[[ Data open ]]

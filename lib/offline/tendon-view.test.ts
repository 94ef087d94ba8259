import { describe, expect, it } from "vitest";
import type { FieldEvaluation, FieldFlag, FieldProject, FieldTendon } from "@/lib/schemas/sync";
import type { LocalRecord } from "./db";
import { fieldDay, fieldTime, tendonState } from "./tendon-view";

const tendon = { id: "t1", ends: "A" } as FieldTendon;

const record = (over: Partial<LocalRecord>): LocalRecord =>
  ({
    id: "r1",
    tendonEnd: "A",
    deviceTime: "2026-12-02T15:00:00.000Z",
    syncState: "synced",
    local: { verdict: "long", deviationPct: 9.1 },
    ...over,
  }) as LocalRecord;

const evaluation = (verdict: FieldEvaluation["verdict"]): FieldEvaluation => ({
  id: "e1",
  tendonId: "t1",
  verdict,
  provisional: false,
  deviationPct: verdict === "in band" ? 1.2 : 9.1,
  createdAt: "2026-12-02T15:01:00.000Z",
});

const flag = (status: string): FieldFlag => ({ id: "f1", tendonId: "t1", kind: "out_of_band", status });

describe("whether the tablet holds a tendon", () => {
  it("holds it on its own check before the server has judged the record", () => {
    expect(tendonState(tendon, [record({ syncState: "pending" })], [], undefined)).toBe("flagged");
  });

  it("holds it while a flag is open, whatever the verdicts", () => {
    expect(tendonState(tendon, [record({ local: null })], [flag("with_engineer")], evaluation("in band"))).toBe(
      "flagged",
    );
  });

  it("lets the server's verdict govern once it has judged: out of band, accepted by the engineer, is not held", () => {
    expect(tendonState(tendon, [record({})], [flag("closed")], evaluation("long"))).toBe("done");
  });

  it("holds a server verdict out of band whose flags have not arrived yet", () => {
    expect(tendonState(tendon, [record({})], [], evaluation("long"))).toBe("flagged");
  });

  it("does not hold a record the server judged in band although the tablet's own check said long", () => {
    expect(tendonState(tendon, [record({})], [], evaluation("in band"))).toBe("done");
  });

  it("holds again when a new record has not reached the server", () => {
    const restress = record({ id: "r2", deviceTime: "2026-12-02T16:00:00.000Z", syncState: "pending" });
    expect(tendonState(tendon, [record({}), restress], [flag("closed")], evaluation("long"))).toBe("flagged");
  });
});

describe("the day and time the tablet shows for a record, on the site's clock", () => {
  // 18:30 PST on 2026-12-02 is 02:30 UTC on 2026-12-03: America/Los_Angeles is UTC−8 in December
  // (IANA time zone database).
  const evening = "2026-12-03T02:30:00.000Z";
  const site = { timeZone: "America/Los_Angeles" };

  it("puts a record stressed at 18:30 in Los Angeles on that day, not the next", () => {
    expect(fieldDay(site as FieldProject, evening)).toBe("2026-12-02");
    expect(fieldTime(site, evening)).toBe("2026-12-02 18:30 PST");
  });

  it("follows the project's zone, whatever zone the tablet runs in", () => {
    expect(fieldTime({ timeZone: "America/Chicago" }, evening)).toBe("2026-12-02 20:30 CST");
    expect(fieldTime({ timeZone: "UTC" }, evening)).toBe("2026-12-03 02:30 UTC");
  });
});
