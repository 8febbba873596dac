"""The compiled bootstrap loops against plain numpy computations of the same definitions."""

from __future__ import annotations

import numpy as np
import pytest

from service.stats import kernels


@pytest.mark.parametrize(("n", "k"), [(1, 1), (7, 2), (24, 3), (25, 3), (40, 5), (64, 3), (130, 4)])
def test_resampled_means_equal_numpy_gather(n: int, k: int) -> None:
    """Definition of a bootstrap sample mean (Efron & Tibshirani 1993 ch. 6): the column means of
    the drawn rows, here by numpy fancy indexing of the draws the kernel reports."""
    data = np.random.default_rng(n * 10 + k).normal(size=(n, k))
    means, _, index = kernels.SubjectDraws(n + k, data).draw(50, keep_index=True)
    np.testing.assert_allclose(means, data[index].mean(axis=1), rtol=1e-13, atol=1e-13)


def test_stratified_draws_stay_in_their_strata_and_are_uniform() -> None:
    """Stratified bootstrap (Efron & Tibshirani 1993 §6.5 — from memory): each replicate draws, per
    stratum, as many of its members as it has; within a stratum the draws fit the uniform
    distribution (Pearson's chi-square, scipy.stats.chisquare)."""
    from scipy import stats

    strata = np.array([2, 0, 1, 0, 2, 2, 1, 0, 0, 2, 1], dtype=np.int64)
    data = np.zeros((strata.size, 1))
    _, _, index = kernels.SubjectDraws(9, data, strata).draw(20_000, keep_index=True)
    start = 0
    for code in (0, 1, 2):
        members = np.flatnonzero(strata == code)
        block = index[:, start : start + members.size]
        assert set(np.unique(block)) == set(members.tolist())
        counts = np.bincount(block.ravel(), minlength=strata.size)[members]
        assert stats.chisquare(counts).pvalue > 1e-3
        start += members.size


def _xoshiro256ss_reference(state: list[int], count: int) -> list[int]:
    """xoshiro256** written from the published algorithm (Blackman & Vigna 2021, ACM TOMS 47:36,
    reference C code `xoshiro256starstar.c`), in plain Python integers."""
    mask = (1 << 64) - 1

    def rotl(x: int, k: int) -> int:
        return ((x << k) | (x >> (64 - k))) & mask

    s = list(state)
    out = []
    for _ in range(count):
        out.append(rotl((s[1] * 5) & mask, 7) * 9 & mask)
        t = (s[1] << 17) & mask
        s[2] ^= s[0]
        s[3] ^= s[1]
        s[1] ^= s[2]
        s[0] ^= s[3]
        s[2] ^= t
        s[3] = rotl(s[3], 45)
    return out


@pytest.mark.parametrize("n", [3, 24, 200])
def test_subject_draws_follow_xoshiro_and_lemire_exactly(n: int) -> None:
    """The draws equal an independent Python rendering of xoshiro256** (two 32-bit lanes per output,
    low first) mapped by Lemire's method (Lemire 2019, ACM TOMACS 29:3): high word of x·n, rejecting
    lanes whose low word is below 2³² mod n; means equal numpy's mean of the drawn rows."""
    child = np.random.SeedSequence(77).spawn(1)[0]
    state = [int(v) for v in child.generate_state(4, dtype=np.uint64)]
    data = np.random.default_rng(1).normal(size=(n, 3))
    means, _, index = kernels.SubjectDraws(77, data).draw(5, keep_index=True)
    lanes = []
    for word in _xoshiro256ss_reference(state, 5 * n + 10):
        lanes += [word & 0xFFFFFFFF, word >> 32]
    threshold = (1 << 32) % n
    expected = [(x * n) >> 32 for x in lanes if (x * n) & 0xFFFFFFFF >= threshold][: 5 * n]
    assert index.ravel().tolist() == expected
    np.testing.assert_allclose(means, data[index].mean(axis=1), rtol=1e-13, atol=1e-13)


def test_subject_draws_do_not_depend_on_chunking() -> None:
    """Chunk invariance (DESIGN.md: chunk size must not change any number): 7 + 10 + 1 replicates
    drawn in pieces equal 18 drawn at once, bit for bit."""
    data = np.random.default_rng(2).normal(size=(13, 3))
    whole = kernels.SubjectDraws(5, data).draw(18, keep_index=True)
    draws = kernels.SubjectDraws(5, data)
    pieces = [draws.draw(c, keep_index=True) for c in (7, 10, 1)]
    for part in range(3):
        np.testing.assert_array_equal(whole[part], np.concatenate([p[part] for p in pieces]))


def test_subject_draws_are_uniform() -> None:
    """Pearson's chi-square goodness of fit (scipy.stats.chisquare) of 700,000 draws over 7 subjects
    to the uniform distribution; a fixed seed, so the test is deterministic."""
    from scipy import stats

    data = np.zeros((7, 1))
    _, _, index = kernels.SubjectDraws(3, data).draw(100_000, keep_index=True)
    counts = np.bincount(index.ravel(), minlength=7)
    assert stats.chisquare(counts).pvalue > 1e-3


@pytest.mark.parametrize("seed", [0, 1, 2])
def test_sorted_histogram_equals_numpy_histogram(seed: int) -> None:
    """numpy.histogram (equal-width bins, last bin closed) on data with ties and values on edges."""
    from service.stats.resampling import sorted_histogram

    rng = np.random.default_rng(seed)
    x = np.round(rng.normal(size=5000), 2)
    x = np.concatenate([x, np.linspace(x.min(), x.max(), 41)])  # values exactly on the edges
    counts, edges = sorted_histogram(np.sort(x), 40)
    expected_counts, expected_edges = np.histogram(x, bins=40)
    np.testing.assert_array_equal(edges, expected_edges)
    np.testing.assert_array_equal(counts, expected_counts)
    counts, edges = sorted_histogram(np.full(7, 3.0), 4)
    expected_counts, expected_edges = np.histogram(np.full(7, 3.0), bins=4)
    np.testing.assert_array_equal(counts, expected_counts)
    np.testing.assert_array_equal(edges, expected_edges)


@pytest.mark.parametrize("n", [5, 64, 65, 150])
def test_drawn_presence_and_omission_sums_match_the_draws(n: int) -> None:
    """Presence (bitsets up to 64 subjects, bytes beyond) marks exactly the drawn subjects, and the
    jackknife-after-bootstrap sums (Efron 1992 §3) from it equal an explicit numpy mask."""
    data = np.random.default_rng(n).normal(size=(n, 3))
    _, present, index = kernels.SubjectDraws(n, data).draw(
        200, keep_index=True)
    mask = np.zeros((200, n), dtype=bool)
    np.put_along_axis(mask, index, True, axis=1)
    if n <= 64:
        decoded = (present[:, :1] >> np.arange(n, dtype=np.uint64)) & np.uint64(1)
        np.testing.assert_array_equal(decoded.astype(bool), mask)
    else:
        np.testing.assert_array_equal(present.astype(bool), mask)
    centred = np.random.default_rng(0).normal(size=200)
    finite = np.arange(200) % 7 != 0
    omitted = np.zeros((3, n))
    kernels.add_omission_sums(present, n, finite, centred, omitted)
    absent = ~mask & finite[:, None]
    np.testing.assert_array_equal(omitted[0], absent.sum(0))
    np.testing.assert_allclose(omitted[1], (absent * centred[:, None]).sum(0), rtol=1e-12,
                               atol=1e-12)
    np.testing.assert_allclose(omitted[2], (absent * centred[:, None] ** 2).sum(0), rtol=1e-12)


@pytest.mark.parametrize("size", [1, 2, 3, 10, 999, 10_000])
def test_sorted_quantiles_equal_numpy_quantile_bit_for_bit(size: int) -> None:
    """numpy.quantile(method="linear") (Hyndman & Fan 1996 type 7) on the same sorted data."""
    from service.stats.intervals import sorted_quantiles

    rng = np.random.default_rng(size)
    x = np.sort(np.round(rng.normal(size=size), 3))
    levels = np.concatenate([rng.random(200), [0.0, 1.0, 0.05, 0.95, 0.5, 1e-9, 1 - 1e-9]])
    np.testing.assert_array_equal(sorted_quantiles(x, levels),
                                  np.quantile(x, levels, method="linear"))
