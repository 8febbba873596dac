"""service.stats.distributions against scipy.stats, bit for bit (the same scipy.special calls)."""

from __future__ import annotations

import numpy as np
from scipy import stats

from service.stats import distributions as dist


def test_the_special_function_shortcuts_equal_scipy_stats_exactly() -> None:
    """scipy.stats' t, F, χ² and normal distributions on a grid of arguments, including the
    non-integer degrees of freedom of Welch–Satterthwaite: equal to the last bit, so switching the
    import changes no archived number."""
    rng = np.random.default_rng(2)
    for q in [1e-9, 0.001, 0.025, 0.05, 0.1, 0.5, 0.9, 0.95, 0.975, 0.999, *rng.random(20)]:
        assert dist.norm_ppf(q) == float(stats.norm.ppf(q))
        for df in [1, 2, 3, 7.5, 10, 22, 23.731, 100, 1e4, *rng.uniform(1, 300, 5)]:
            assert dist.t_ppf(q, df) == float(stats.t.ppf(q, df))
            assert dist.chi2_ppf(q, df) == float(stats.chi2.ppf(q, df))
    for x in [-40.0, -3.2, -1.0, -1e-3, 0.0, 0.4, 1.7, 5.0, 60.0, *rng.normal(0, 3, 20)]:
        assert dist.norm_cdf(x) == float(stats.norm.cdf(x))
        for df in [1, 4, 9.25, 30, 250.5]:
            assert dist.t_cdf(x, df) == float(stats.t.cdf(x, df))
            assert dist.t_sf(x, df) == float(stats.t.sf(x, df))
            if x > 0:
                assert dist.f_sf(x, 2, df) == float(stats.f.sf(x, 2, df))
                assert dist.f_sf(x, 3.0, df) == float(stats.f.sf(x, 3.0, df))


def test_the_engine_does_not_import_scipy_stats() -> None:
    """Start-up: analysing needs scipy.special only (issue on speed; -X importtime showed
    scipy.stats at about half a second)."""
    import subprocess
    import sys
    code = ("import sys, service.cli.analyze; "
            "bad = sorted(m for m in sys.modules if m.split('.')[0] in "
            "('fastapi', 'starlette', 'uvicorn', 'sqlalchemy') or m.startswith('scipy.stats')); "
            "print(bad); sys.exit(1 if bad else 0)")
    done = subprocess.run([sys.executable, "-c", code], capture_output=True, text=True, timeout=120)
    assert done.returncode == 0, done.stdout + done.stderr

[[ Data closed ]]

• Prompt
Once you reach the line with "def test_sorted_histogram_equals_numpy_histogram(seed: int)" in the data above, copy it and every line after it exactly, up to and including the line with "x = np.concatenate([x, np.linspace(x.min(), x.max(), 41)])".

• Result
def test_sorted_histogram_equals_numpy_histogram(seed: int) -> None:
    """numpy.histogram (equal-width bins, last bin closed) on data with ties and values on edges."""
    from service.stats.resampling import sorted_histogram

    rng = np.random.default_rng(seed)
    x = np.round(rng.normal(size=5000), 2)
    x = np.concatenate([x, np.linspace(x.min(), x.max(), 41)])  # values exactly on the edges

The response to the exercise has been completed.